You’ve lost me. What is the single, obvious meaning of the minimum measurement, and what are you benchmarking against, and what do you intend to get out of the benchmark? Typically the minimum just means “program ran x input as fast as y”, which doesn’t actually help with most questions about performance.
If X is constant, and time is the only thing you care about, then maybe that works.
well, from a marketing standpoint it means that you are able to write
OBSERVED MAXIMUM SPEED : 789634 gigabrouzoufs per second on a core i5-xxxx
on your brochure, and you wouldn't be lying, and it would be better that a majority of products which don't even give an observed speed but just a theoretical one.
: See sample code in https://www.intel.com/content/dam/www/public/us/en/documents...
> It is important that you understand one thing before we start.
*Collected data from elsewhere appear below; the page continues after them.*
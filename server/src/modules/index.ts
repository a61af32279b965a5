import type { Router } from 'express';
import type { AppDeps } from '../deps';
import { createAdminRouter } from './admin/admin.routes';
import { createCalcRouter } from './calc/calc.routes';
import { createPermitsRouter } from './permits/permits.routes';
import { createAuditRouter } from './audit/audit.routes';
import { createIsolationsRouter } from './isolations/isolations.routes';
import { createAssetsRouter } from './assets/assets.routes';
import { createAttachmentsRouter } from './attachments/attachments.routes';
import { createGasTestsRouter } from './gas-tests/gas-tests.routes';
import { createCrewRouter } from './crew/crew.routes';
import { createCertificatesRouter } from './certificates/certificates.routes';
import { createLabelsRouter } from './assets/labels.routes';
import { createLiveRouter } from './live/live.routes';
import { createMyWorkRouter } from './my-work/my-work.routes';
import { createDossierRouter } from './dossier/dossier.routes';
import { createPlanRouter } from './plan/plan.routes';
import { createReportsRouter } from './reports/reports.routes';
import { createTenantSettingsRouter } from './tenants/tenant-settings.routes';

/** Every feature's router, mounted under /api after sign-in checks. Add one line per feature. */
export const featureRouters: Array<(deps: AppDeps) => Router> = [createAdminRouter, createCalcRouter, createPermitsRouter, createIsolationsRouter, createAuditRouter, createAssetsRouter, createAttachmentsRouter, createGasTestsRouter, createCrewRouter, createCertificatesRouter, createMyWorkRouter, createLiveRouter, createLabelsRouter, createDossierRouter, createPlanRouter, createReportsRouter, createTenantSettingsRouter];
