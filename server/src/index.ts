import { createServer } from 'node:http';
import { loadConfig, ConfigError } from './config/env';
import { createLogger } from './lib/logger';
import { createPgPool, createSequelize } from './db/sequelize';
import { migrateUp } from './db/migrator';
import { createTransport } from './lib/mailer';
import { systemClock } from './lib/clock';
import { createApp } from './app';
// Type only: the mailbox and its SMTP catcher (a development package) load on demand below, never in production.
import type { DevMailbox } from './modules/dev-mail/dev-mailbox';
import { startWorkers } from './workers';
import type { AppDeps } from './deps';
import { closeChangeFeed } from './lib/change-feed';

async function main() {
  let config;
  try {
    config = loadConfig();
  } catch (err) {
    if (err instanceof ConfigError) {
      console.error(err.message);
      process.exit(2);
    }
    throw err;
  }
  const logger = createLogger(config.LOG_LEVEL);
  let devMailbox: DevMailbox | null = null;
  let smtpUrl = config.SMTP_URL;
  if (config.DEV_MAILBOX === 'on' && config.NODE_ENV === 'production') {
    logger.warn('DEV_MAILBOX=on is ignored in production: mail goes out through SMTP_URL');
  } else if (config.DEV_MAILBOX === 'on') {
    const { startDevMailbox } = await import('./modules/dev-mail/dev-mailbox');
    devMailbox = await startDevMailbox(0);
    smtpUrl = `smtp://127.0.0.1:${devMailbox.port}`;
    logger.warn({ path: '/dev/mail' }, 'development mailbox is on (DEV_MAILBOX=on): mail is kept in memory, not sent; signed-in people read their own mail at /dev/mail');
  }
  const sequelize = createSequelize(config.DATABASE_URL, logger);
  if (config.DATABASE_OWNER_URL) {
    const owner = createSequelize(config.DATABASE_OWNER_URL, logger);
    await migrateUp(owner);
    await owner.close();
  } else {
    await migrateUp(sequelize);
  }
  const deps: AppDeps = {
    config,
    sequelize,
    pgPool: createPgPool(config.DATABASE_URL, logger),
    logger,
    mailTransport: createTransport(smtpUrl),
    clock: systemClock,
  };
  const app = createApp(deps, { devMailbox });
  const server = createServer(app);
  const workers = config.WORKERS === 'on' ? startWorkers(deps) : null;
  server.listen(config.PORT, config.HOST, () => {
    const addr = server.address();
    const port = typeof addr === 'object' && addr ? addr.port : config.PORT;
    logger.info({ url: `http://${config.HOST}:${port}` }, 'Holdpoint is listening');
  });
  const shutdown = async (signal: string) => {
    logger.info({ signal }, 'shutting down');
    workers?.stop();
    server.close();
    server.closeAllConnections?.();
    await closeChangeFeed(deps);
    await devMailbox?.stop();
    await deps.pgPool.end().catch(() => undefined);
    await sequelize.close().catch(() => undefined);
    process.exit(0);
  };
  process.on('SIGINT', () => void shutdown('SIGINT'));
  process.on('SIGTERM', () => void shutdown('SIGTERM'));
  process.on('unhandledRejection', (err) => logger.error({ err }, 'unhandled rejection'));
}

void main();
If you use all the advices in this article it is not how your application will run in practice. If you want to compare two different versions of the same program you should use suggestions described above. If you want to get absolute numbers to understand how your app will behave in the field, you should not make any artificial tuning to the system, as the client might have default settings.
The for loop body should use > $i
Inconsistent use of redirection (which requires a root shell) and sudo <command> | tee, which doesn't.
I think the S in SMT is for symmetric
And a comment - I liked the mention of mean vs minimum, though I would have liked the median to be included as well, and more info on when and why each may be more appropriate. Minimum is good when you want to answer "how much time is required to do just what is required for what this code is trying to accomplish". The minimum is the closest approximation you can get; the "true time required" can never be more than the minimum. Mean is good for something you'll be doing a lot of, and want to predict how much total time it'll take. Median gives you a realistic measure of how long a task will take; if you tell someone that phase X will take 3 seconds, and 3 is the median, then you'll be too high half the time and too low the other half, which is better than reporting the minimum which will be too low nearly 100% of the time. But then again, your article is more about eliminating noise when measuring the effects of changes, so minimum is probably generally the most reasonable thing to be looking at. (Though if it's a large phase with many constituent sources of variance, you have to be careful because your minimum will keep shrinking the more repetitions you do!)
And a question on the comment - In general (I don't have a lot of benchmarking experience, I did a few of them and used lower quartile to reduce the impact from interference), is it hard to determine that the minimum is not shrinking anymore ? I suppose we could run a benchmark until we have a certain amount (say 3, but it will depend on the distribution) of relatively close minimum values ? This seems to be a good way to have a good probability of obtaining the "true time required" you mentioned.
It's definitely for simultaneous. You are probably thinking of SMP (symmetric multiprocessing).
I think you meant to say "never be less than the minimum." Agree about its utility here.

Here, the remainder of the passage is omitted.